(Records from a dataset)
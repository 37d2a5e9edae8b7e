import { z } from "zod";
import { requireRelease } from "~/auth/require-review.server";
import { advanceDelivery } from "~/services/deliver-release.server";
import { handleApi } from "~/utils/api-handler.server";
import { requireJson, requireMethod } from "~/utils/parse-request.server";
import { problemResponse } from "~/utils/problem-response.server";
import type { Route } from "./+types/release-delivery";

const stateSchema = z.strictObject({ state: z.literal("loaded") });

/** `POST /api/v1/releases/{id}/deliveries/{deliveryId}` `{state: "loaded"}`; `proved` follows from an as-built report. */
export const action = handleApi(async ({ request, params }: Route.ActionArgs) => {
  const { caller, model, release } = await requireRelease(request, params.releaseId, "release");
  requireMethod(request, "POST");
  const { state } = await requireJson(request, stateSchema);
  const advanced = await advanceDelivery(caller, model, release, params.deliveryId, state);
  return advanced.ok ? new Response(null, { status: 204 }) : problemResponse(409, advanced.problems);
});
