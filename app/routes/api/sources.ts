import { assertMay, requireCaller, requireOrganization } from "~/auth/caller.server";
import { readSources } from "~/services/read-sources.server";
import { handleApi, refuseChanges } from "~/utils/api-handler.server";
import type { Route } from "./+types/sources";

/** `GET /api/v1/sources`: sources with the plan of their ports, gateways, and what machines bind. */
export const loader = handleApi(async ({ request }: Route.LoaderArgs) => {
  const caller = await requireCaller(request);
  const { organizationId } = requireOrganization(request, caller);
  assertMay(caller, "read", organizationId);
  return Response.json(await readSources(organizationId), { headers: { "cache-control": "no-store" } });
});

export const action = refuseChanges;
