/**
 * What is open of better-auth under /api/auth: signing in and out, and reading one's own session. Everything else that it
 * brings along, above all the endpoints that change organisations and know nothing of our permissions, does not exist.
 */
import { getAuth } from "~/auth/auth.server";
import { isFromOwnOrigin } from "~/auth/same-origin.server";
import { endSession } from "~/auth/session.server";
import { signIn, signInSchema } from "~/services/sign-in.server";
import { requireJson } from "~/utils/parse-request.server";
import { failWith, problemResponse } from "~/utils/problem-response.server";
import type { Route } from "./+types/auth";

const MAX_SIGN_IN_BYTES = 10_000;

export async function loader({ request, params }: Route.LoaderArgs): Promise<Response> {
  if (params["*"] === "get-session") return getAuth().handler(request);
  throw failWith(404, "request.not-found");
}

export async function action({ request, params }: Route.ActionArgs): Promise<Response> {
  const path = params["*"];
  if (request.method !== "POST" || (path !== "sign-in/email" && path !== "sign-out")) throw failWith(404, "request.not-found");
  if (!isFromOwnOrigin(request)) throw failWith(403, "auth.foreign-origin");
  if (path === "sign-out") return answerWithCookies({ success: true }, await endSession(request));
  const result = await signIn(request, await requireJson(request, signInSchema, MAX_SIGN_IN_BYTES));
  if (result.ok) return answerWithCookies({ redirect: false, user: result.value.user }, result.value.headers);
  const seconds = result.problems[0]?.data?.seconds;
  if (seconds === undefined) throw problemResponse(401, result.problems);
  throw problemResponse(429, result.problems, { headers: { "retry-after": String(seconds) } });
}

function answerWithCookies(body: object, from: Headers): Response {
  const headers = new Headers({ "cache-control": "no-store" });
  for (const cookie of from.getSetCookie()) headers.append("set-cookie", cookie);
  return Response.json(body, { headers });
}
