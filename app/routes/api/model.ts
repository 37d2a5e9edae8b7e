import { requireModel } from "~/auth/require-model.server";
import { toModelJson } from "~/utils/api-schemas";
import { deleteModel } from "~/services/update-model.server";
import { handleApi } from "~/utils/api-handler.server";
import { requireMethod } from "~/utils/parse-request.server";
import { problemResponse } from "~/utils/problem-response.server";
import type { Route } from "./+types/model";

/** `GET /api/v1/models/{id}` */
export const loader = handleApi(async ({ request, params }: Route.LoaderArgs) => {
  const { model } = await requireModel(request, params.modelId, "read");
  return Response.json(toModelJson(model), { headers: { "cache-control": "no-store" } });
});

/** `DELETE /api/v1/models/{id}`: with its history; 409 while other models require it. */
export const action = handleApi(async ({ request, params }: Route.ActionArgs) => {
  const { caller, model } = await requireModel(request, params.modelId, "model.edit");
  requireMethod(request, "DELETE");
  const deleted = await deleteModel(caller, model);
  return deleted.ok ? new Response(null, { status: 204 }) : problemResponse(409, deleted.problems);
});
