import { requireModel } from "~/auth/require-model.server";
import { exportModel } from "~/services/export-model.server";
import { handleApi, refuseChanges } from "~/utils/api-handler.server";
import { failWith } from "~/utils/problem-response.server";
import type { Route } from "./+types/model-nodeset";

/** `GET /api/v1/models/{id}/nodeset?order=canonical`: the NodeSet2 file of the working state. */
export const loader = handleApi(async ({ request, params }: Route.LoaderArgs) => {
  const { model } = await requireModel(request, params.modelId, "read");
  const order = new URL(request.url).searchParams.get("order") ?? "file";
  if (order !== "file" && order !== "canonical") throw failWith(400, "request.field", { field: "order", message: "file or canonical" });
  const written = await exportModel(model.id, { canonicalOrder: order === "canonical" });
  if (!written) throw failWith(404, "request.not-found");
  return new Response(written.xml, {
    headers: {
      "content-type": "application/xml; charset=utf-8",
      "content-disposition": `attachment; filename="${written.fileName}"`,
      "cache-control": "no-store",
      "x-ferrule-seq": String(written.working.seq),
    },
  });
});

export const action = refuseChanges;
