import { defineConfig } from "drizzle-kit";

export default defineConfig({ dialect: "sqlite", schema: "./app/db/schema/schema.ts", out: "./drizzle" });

### What is needed:
Looking at the records above, return exactly the lines from the line with "if (!isFromOwnOrigin(request)) throw" to the line with "from: Headers): Response", both ends included.

### Output of the exercise:
  if (!isFromOwnOrigin(request)) throw failWith(403, "auth.foreign-origin");
  if (path === "sign-out") return answerWithCookies({ success: true }, await endSession(request));
  const result = await signIn(request, await requireJson(request, signInSchema, MAX_SIGN_IN_BYTES));
  if (result.ok) return answerWithCookies({ redirect: false, user: result.value.user }, result.value.headers);
  const seconds = result.problems[0]?.data?.seconds;
  if (seconds === undefined) throw problemResponse(401, result.problems);
  throw problemResponse(429, result.problems, { headers: { "retry-after": String(seconds) } });
}

function answerWithCookies(body: object, from: Headers): Response {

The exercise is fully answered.